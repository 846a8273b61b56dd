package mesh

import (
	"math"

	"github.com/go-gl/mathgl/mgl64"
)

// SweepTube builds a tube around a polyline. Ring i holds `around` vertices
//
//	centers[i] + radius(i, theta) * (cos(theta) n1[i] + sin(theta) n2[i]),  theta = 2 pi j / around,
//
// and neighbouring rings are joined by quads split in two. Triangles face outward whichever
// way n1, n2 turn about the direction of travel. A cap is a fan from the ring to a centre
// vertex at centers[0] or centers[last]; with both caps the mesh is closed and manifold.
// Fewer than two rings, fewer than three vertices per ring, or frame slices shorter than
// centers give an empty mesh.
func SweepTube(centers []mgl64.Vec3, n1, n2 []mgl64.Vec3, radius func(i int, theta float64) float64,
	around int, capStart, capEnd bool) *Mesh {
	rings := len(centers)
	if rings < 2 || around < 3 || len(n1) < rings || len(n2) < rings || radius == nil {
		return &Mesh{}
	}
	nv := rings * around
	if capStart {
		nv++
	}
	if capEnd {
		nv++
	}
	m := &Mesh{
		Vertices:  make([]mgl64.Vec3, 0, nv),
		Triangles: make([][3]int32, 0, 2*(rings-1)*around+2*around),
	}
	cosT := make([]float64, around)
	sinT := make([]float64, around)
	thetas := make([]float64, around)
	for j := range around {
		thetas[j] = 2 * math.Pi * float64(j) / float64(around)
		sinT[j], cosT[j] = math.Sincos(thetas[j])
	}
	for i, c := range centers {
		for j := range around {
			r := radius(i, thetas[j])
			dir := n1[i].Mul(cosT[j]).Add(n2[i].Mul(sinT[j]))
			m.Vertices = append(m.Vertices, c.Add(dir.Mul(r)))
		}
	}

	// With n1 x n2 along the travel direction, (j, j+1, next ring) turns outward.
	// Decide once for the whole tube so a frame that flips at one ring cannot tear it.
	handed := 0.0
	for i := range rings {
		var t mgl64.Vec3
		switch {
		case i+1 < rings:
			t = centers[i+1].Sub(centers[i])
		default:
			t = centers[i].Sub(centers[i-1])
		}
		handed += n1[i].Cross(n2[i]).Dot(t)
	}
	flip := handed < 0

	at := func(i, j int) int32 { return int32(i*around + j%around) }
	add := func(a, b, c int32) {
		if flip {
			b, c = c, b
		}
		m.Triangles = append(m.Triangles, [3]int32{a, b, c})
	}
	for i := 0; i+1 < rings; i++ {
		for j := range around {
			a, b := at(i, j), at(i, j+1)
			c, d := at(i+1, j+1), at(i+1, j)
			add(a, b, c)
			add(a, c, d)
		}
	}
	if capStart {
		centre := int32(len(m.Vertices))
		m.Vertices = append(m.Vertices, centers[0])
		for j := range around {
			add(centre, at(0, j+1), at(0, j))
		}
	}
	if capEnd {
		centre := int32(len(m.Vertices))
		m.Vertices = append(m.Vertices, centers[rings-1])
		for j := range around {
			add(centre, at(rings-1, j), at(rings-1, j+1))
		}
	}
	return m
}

************

## Requirement
Set down each line exactly as it appears, starting at the top of the data and ending at the line containing "if rings < 2", and include no other lines.

## Response
repository 846a8273b61b56dd
package mesh

import (
	"math"

	"github.com/go-gl/mathgl/mgl64"
)

// SweepTube builds a tube around a polyline. Ring i holds `around` vertices
//
//	centers[i] + radius(i, theta) * (cos(theta) n1[i] + sin(theta) n2[i]),  theta = 2 pi j / around,
//
// and neighbouring rings are joined by quads split in two. Triangles face outward whichever
// way n1, n2 turn about the direction of travel. A cap is a fan from the ring to a centre
// vertex at centers[0] or centers[last]; with both caps the mesh is closed and manifold.
// Fewer than two rings, fewer than three vertices per ring, or frame slices shorter than
// centers give an empty mesh.
func SweepTube(centers []mgl64.Vec3, n1, n2 []mgl64.Vec3, radius func(i int, theta float64) float64,
	around int, capStart, capEnd bool) *Mesh {
	rings := len(centers)
	if rings < 2 || around < 3 || len(n1) < rings || len(n2) < rings || radius == nil {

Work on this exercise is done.